Our latest group in an area known as Mantambe totalled 51 people! Before we start with the training, I always personally meet with the potential caregivers. When I met this group initially, there were 40 people which is actually not an ideal group to work with when you are training them in all the aspects of HIV/AIDS, caring, prevention and other related topics. As part of my “speech”, I stress the fact that we do not have the finances as yet to be able to support them financially for this work. They have to know beforehand that they are volunteers who will not be compensated for this work. I therefore invite anyone who had been attending with any other expectation to leave, ensuring them that there would be no hard feelings. I also emphasise the servant nature of this work, where they will often be doing thankless work for no other reason than because they believe it’s the right thing to do. As in the past, instead of my “speech” frightening people away, the group which eventually attended the training grew, this time from 40 to 51!
As we met yesterday, together with one of our previously trained groups working in a nearby area (Ezikhotheni) and also with leaders of the area, including representatives from the chief of the area, the local MP (Member of Parliament) and a number of others, my personal feeling of joy could hardly be contained. The church building which we had used for the week of training was too small to accommodate all the people present and we had to meet outside under some trees (which did not help much, because the sun really burnt me while we were busy.)
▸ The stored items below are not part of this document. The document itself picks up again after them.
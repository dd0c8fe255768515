namespace Credtrack.Web.Features.Imports;

/// <summary>What somebody has to decide before a file can be read, each with the field of the form that decides it.</summary>
public static class Undecided
{
    public const int MostPeople = 300;
    public const int MostWords = 100;

    public static IEnumerable<(string Name, string Why)> Of(SentTable table, ImportGround ground, Mapping mapping)
    {
        foreach (var field in Fields.All.Where(f => f.IsRequired && !mapping.Columns.ContainsKey(f.Name)))
            yield return ($"Form.Columns[{field.Name}]", $"Say which column holds “{field.Label}”.");
        foreach (var twice in mapping.Columns.GroupBy(c => c.Value).Where(g => g.Count() > 1))
            yield return ($"Form.Columns[{twice.Last().Key}]", $"The column “{twice.Key}” is chosen for {twice.Count()} fields; choose it once.");
        if (mapping.Dates is null) yield return ("Form.Dates", Example(table, mapping) is { } example ? $"Choose how dates run: “{example}” can be read in two ways." : "Choose how dates run: no one way reads all of them.");
        var words = mapping.Words.SelectMany(f => f.Value.Select(w => (Field: f.Key, Said: w.Key, Means: w.Value))).ToList();
        if (words.Count > MostWords) yield return ("", $"The file uses {words.Count} words that are not ours; {MostWords} at most can be explained here. Is a column chosen wrongly?");
        foreach (var (at, (field, said, means)) in words.Take(MostWords).Index())
            if (means.Length == 0) yield return ($"Form.Words[{at}].Means", $"Say what “{said}” means under “{Fields.Of(field).Label}”.");
        if (mapping.People.Count > MostPeople) yield return ("", $"The file names {mapping.People.Count} people; {MostPeople} at most come in one file. Split it, or is a column chosen wrongly?");
        foreach (var (at, (said, choice)) in mapping.People.Take(MostPeople).Index())
            if (choice.Length == 0) yield return ($"Form.People[{at}].Is", ground.Called(said).Count > 1 ? $"Say who “{said}” is: {ground.Called(said).Count} trainees are called so." : $"Say who “{said}” is.");
    }

    private static string? Example(SentTable table, Mapping mapping) => DateOrders.Possible(Times(table, mapping)).Count > 1 ? Times(table, mapping).FirstOrDefault() : null;

    private static IEnumerable<string> Times(SentTable table, Mapping mapping) =>
        Fields.All.Where(f => f.IsTime && mapping.Columns.ContainsKey(f.Name)).SelectMany(f => table.Says(mapping.Columns[f.Name])).Select(t => t.Trim());
}
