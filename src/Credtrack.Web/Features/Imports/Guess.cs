namespace Credtrack.Web.Features.Imports;

/// <summary>What a file most likely means, by what was decided for the file before, by names that are alike, and by what is in it. Whatever is open stays open.</summary>
public static class Guess
{
    private static readonly string[][] Alike = [["yes", "y", "true", "1", "x"], ["no", "n", "false", "0"], ["education", "teaching"], ["simulation", "simulated"], ["direct", "directly"], ["none", "unsupervised"]];

    /// <param name="before">what was decided for an earlier file, or, where it is chosen, for this one</param>
    public static Mapping Of(SentTable table, ImportGround ground, Mapping before, bool isChosen = false)
    {
        var chosen = isChosen ? before.Columns : Columns(table, before);
        var times = Fields.All.Where(f => f.IsTime && chosen.ContainsKey(f.Name)).SelectMany(f => table.Says(chosen[f.Name])).ToList();
        var orders = DateOrders.Possible(times.Select(t => t.Trim()));
        var words = Fields.All.Where(f => chosen.ContainsKey(f.Name) && ground.WordsOf(f) is not null && (f.Name == "application" || !table.IsOurs)).ToDictionary(f => f.Name, f => Words(f, table.Says(chosen[f.Name]), ground, before));
        return new(chosen, words, before.Dates is { } held && (isChosen || orders.Contains(held)) ? held : orders is [var only] ? only : null, People(table.Says(chosen.GetValueOrDefault("person")), ground, before, isChosen), []);
    }

    private static Dictionary<string, string> Columns(SentTable table, Mapping before)
    {
        var free = table.Header.ToList();
        var found = new Dictionary<string, string>();
        foreach (var field in Fields.All)
        {
            var header = free.Contains(field.Name) ? field.Name
                : table.IsOurs ? null
                : before.Columns.TryGetValue(field.Name, out var held) && free.Contains(held) ? held
                : free.Find(field.IsCalled);
            if (header is null) continue;
            found[field.Name] = header;
            free.Remove(header);
        }
        return found;
    }

    private static Dictionary<string, string> Words(ImportField field, IReadOnlyList<string> said, ImportGround ground, Mapping before)
    {
        var known = ground.WordsOf(field)!;
        return said.Where(s => !known.Contains(s)).ToDictionary(s => s, s =>
            before.Words.GetValueOrDefault(field.Name)?.GetValueOrDefault(s) is { } held && (known.Contains(held) || held == Mapping.Nothing) ? held : known.FirstOrDefault(word => Means(field, ground, word, s)) ?? "");
    }

    private static bool Means(ImportField field, ImportGround ground, string word, string said)
    {
        var folded = Fields.Folded(said);
        return folded.Length > 0 && (Fields.Folded(word) == folded || Alike.Any(a => a[0] == word && a.Contains(folded))
            || (field.Name == "application" && Fields.Folded(ground.Applications.Single(a => a.Code == word).Name) == folded));
    }

    private static Dictionary<string, string> People(IReadOnlyList<string> said, ImportGround ground, Mapping before, bool isChosen) => said.ToDictionary(s => s, s =>
          isChosen && before.People.TryGetValue(s, out var choice) ? choice
        : before.People.GetValueOrDefault(s) is { } held && ground.Trainees.Any(t => $"{t.Id}" == held) ? held
        : ground.IsImporter(s) ? Mapping.Out
        : ground.Called(s) switch { [] => Mapping.New, [var one] => $"{one.Id}", _ => "" });
}
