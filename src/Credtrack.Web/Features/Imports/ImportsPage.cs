using Credtrack.Core.Imports;

namespace Credtrack.Web.Features.Imports;

/// <summary>The imports of the programmes that one coordinates, newest first, fifty a page.</summary>
public sealed record ImportsPage(IReadOnlyList<Import> Lines, int Page, int All)
{
    public const int Size = 50;
    public bool HasMore => Page * Size < All;

    public static async Task<ImportsPage> Load(CredtrackDb db, Person person, int page)
    {
        var visible = db.ImportsVisibleTo(person).AsNoTracking();
        return new(await visible.OrderByDescending(i => i.At).Skip((page - 1) * Size).Take(Size).ToListAsync(), page, await visible.CountAsync());
    }

    public static string Printed(ImportState state) => state switch
    {
        ImportState.Uploaded => "uploaded, its columns are not explained yet",
        ImportState.Mapped => "ready to be looked at and confirmed",
        ImportState.HalfStaged => "not finished: take it up again or throw it away",
        ImportState.Confirmed => "confirmed",
        ImportState.Undone => "undone",
        _ => "thrown away",
    };
}
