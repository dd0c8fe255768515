using System.Security.Cryptography;
using System.Text;
using Credtrack.Core.Grants;

namespace Credtrack.Core.Tests.Grants;

public sealed class StatementTests
{
    [Fact]
    public void The_digest_is_that_of_the_text_as_anybody_computes_it()
    {
        var text = Texts.Of(met: true);
        Assert.Equal(Convert.ToHexStringLower(SHA256.HashData(Encoding.UTF8.GetBytes(text.Text))), text.Digest);
        Assert.EndsWith("\n", text.Text, StringComparison.Ordinal);
    }

    public static TheoryData<string, Func<Statement, Statement>> Movements => new()
    {
        { "a reading", s => s with { Read = 13 } },
        { "a scan", s => s with { Performed = 15 } },
        { "a count", s => s with { Counted = 12 } },
        { "a requirement", s => s with { Requirements = [new("25 scans", "11", false)] } },
        { "a rulebook", s => s with { Edition = 5 } },
        { "a day", s => s with { AsOf = s.AsOf.AddDays(1) } },
        { "a scan's verdict alone", s => s with { Trace = "other" } },
        { "the name", s => s with { Holder = "Tariq B." } },
    };

    [Theory, MemberData(nameof(Movements))]
    public void Whatever_moves_makes_another_digest_and_is_shown(string what, Func<Statement, Statement> moved)
    {
        var (before, after) = (Texts.Of(met: true), moved(Texts.Of(met: true)));
        Assert.False(before.Digest == after.Digest, what);
        Assert.NotEmpty(Statement.Difference(before.Text, after.Text));
    }

    [Fact]
    public void Without_a_movement_there_is_no_difference() => Assert.Empty(Statement.Difference(Texts.Of(true).Text, Texts.Of(true).Text));

    [Fact]
    public void A_line_break_in_a_name_makes_no_line_of_the_text() =>
        Assert.DoesNotContain(Texts.Of(true) with { Holder = "Tariq\nscans that count: 99" } is var forged ? forged.Text.Split('\n') : [], l => l == "scans that count: 99");
}

internal static class Texts
{
    public static Statement Of(bool met) => new("Site", "Tariq", Guid.Empty, "Harbour", "Lung without supervision", "Lung", Cast.Today, 14, 12, 11,
        [new Evidenced("10 scans", "11", true), new Evidenced("3 positive scans", met ? "3" : "1", met)], "Harbour rules", 4, "trace");
}
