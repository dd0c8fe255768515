using Credtrack.Core;
using Credtrack.Core.Imports;
using Credtrack.Core.Scans;

namespace Credtrack.Web.Features.Imports;

/// <summary>Takes all scans of an import back, with the import's own step, in one transaction.</summary>
public static class TakingBack
{
    private const int Batch = 500;
    private const int MostNamed = 50;

    /// <summary>Scans that were read, changed, added to or signed over since, in words; the first fifty of them. None of what is withdrawn already.</summary>
    public static async Task<IReadOnlyList<(Guid Id, string Words)>> InUse(CredtrackDb db, Guid importId, TimeZoneInfo zone)
    {
        var rows = await db.Scans.IgnoreAutoIncludes().Where(s => s.Imported!.ImportId == importId && s.Withdrawal == null)
            .Select(s => new { s.Id, Application = s.Application.Name, Trainee = s.Trainee.Name, s.PerformedAt, IsRead = s.Readings.Any(r => !r.IsElsewhere), IsChanged = s.Version > 1,
                IsSigned = db.Grants.Any(g => g.HolderId == s.TraineeId && g.ApplicationId == s.ApplicationId && g.Signatures.Any(x => x.At >= s.LoggedAt)) })
            .Where(s => s.IsRead || s.IsChanged || s.IsSigned).OrderBy(s => s.PerformedAt).Take(MostNamed).ToListAsync();
        return [.. rows.Select(r => (r.Id, $"{r.Application} of {r.Trainee}, {r.PerformedAt.PrintedDay(zone)}: {(r.IsRead ? "read here since" : r.IsChanged ? "changed since by its trainee" : "among the evidence of a signature")}"))];
    }

    public static async Task Run(CredtrackDb db, Guid importId, Person by, DateTime at, Action<Import> step)
    {
        await using var transaction = await db.Database.BeginTransactionAsync();
        var ids = await db.ImportedRows.IgnoreAutoIncludes().Where(r => r.ImportId == importId).Select(r => r.ScanId).ToListAsync();
        foreach (var some in ids.Chunk(Batch))
        {
            db.ChangeTracker.Clear();
            var scans = await db.Scans.IgnoreAutoIncludes().Include(s => s.Imported).Include(s => s.Withdrawal).Where(s => some.Contains(s.Id)).ToListAsync();
            RuleBroken.If(scans.Any(s => s.Version > 1 && s.Withdrawal is null) ? "A scan of this import was just read or changed. Look again." : null);
            foreach (var scan in scans) scan.TakeBack(by, at);
            await db.SaveChangesAsync();
        }
        db.ChangeTracker.Clear();
        step(await db.Imports.Include(i => i.File).SingleAsync(i => i.Id == importId));
        await db.SaveChangesAsync();
        await transaction.CommitAsync();
    }
}
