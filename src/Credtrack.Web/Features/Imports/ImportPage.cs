using Credtrack.Core.Imports;
using Credtrack.Web.Features.Scans;

namespace Credtrack.Web.Features.Imports;

public sealed class ConfirmationForm
{
    /// <summary>That cells which are missing take the values of the format.</summary>
    public bool Accepted { get; set; }
}

/// <summary>One import: what it will do before it is confirmed, what it did afterwards.</summary>
public sealed record ImportPage(Import Import, Person Viewer, ImportPlan? Plan, int Staged, int? Running, IReadOnlyList<(Guid Id, string Words)> InUse, IReadOnlyList<HistoryLine> History)
{
    public const int Size = 50;

    public ConfirmationForm Form { get; init; } = new();
    public int Page { get; init; } = 1;
    public int FaultPage { get; init; } = 1;
    public string? WhyNotConfirm => Import.WhyNotConfirm(Viewer) ?? Plan?.WhyNot;
    public string? WhyNotMap => Import.WhyNotMap(Viewer);
    public string? WhyNotThrowAway => Import.WhyNotThrowAway(Viewer);
    public string? WhyNotUndo => Import.WhyNotUndo(Viewer, [.. InUse.Select(u => u.Words)]);

    public static async Task<ImportPage?> Load(CredtrackDb db, Me me, TimeProvider clock, LongWork work, Guid id)
    {
        var running = work.PiecesOf(id);
        var imports = db.ImportsVisibleTo(me.Person).AsNoTracking();
        if (await (running is null ? imports.Include(i => i.File) : imports).SingleOrDefaultAsync(i => i.Id == id) is not { } import) return null;
        var staged = await db.ImportedRows.CountAsync(r => r.ImportId == id);
        var inUse = import.State == ImportState.Confirmed ? await TakingBack.InUse(db, id, me.Zone) : [];
        return new(import, me.Person, running is null ? await Planned(db, me.Site, import, me.Person, clock.UtcNow()) : null, staged, running, inUse, await HistoryLine.Of(db, id));
    }

    /// <summary>What the file will do by its mapping; null before there is one, and after it is confirmed, undone or thrown away.</summary>
    public static async Task<ImportPlan?> Planned(CredtrackDb db, Site site, Import import, Person by, DateTime now)
    {
        if (import.State is not (ImportState.Mapped or ImportState.HalfStaged) || SentTable.Read(import.File!.Content!, out _) is not { } table) return null;
        return ImportPlan.Of(table, Mapping.Of(import.Mapping), await ImportGround.Load(db, site, import.Programme, by, now), import.Id);
    }
}
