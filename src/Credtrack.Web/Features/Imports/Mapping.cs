using System.Text.Encodings.Web;
using System.Text.Json;
using System.Text.Json.Serialization;
using Credtrack.Web.Commands;

namespace Credtrack.Web.Features.Imports;

/// <summary>What a file means: which of its columns is which field, what its words say, how its dates run, who its people are.</summary>
/// <param name="Columns">by field, the header in the file</param>
/// <param name="Words">by field, what the file says and what we say for it</param>
/// <param name="Dates">null while nobody has decided</param>
/// <param name="People">what the file calls a person: the id of a trainee, New or Out</param>
/// <param name="Enrolled">those that this import has enrolled; they become trainees when it is confirmed</param>
public sealed record Mapping(
    IReadOnlyDictionary<string, string> Columns, IReadOnlyDictionary<string, Dictionary<string, string>> Words, DateOrder? Dates,
    IReadOnlyDictionary<string, string> People, IReadOnlyList<Guid> Enrolled)
{
    public const string New = "new", Out = "out", Nothing = "(nothing)";

    private static readonly JsonSerializerOptions Compact = new() { Encoder = JavaScriptEncoder.UnsafeRelaxedJsonEscaping, Converters = { new JsonStringEnumConverter() } };

    public static Mapping None { get; } = new(new Dictionary<string, string>(), new Dictionary<string, Dictionary<string, string>>(), null, new Dictionary<string, string>(), []);

    public static Mapping Of(string? json) => json is null ? None : JsonSerializer.Deserialize<Mapping>(json, Compact)!;

    public string ToJson() => JsonSerializer.Serialize(this, Compact);

    /// <summary>The file as one of ours.</summary>
    public CsvMeaning Meaning(char separator)
    {
        var fields = Columns.ToDictionary(c => c.Value, c => c.Key, StringComparer.Ordinal);
        var times = Fields.All.Where(f => f.IsTime).Select(f => f.Name).ToHashSet();
        return new(separator, fields.GetValueOrDefault, (field, cell) => times.Contains(field) ? (Dates ?? DateOrder.YearFirst).Iso(cell.Trim())
            : Words.TryGetValue(field, out var words) && words.TryGetValue(cell, out var word) ? word == Nothing ? "" : word : cell, Core.Imports.Import.MostRows);
    }
}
At one point the chief’s representative came to speak to me. I know him from the time that we trained the group at Ezikhotheni. He mentioned to me that the Swaziland government also have a home-based caring project. These people are known as “health motivators” and they receive a small stipend from the government for the work they do. However, as he mentioned, the system doesn’t really work. Having seen and experienced the effectiveness of the home-based caregivers which we had trained, he really felt that there was no comparison between the two projects. And he wanted to know from me why the one is effective while the other doesn’t really seem to function well.
I answered him that the one group is motivated by money. Not much – (I think they get less than $20 per month, which for many Swazis is still a substantial amount) – but at least something. Those belonging to our home-based caring project are getting virtually nothing. If and when we get donations of used clothing, we hand these out. At this stage we try and give each of these volunteers a small food parcel once every two months. But none of this can motivate anyone to do the work we expect of them. And my conclusion was that they are doing this work mostly because they are driven by God’s love to do it, in the words of Paul, they feel “compelled” to do it.
Jim Collins, in his magnificent book, From Good to Great, first opened my eyes for the truth that money can never motivate someone to do something. And after more than two years where I have been involved in establishing home-based caring groups in the southern and poorest region of Swaziland, working with hardly any money and where nobody (including myself) has any financial gain from this work, the truth of this has been confirmed over and over again.
But then the opposite is also true: When you are motivated by love to do something, you will probably continue with this work in spite of onslaughts which may come against you.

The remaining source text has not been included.